- What this task involves -
Set down exactly the lines from the one containing "(S) split into chains." through the last line of the records below, both included, and nothing else.

- Exercise data -
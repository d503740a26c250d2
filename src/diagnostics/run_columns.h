// Private helpers shared by diagnose_run and gather_run_evidence: a run file's kept
// samples grouped by chain, and its stored settings by name.
#pragma once

#include <Eigen/Core>
#include <cstdint>
#include <optional>
#include <string_view>
#include <variant>
#include <vector>

#include "credence/diagnostics.h"
#include "credence/ensemble.h"

namespace credence::diagnostics {

/// The setting called `name` when it is stored with type T.
template <typename T>
std::optional<T> setting(const Settings& settings, std::string_view name) {
  for (const auto& [key, value] : settings) {
    if (key == name && std::holds_alternative<T>(value)) return std::get<T>(value);
  }
  return std::nullopt;
}

/// Sample columns of each chain, ordered by kept number: (C) lists of column indices.
std::vector<std::vector<Eigen::Index>> columns_by_chain(int chains,
                                                        const std::vector<std::int32_t>& chain_of,
                                                        const std::vector<std::int64_t>& index_of);

/// Row `row` of a (rows, S) matrix, split into chains.
Chains chains_of_row(const Eigen::MatrixXf& values, Eigen::Index row,
                     const std::vector<std::vector<Eigen::Index>>& columns);

/// Values (S) split into chains.
Chains chains_of(const std::vector<double>& values,
                 const std::vector<std::vector<Eigen::Index>>& columns);

}  // namespace credence::diagnostics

- Result of the task -
/// Values (S) split into chains.
Chains chains_of(const std::vector<double>& values,
                 const std::vector<std::vector<Eigen::Index>>& columns);

}  // namespace credence::diagnostics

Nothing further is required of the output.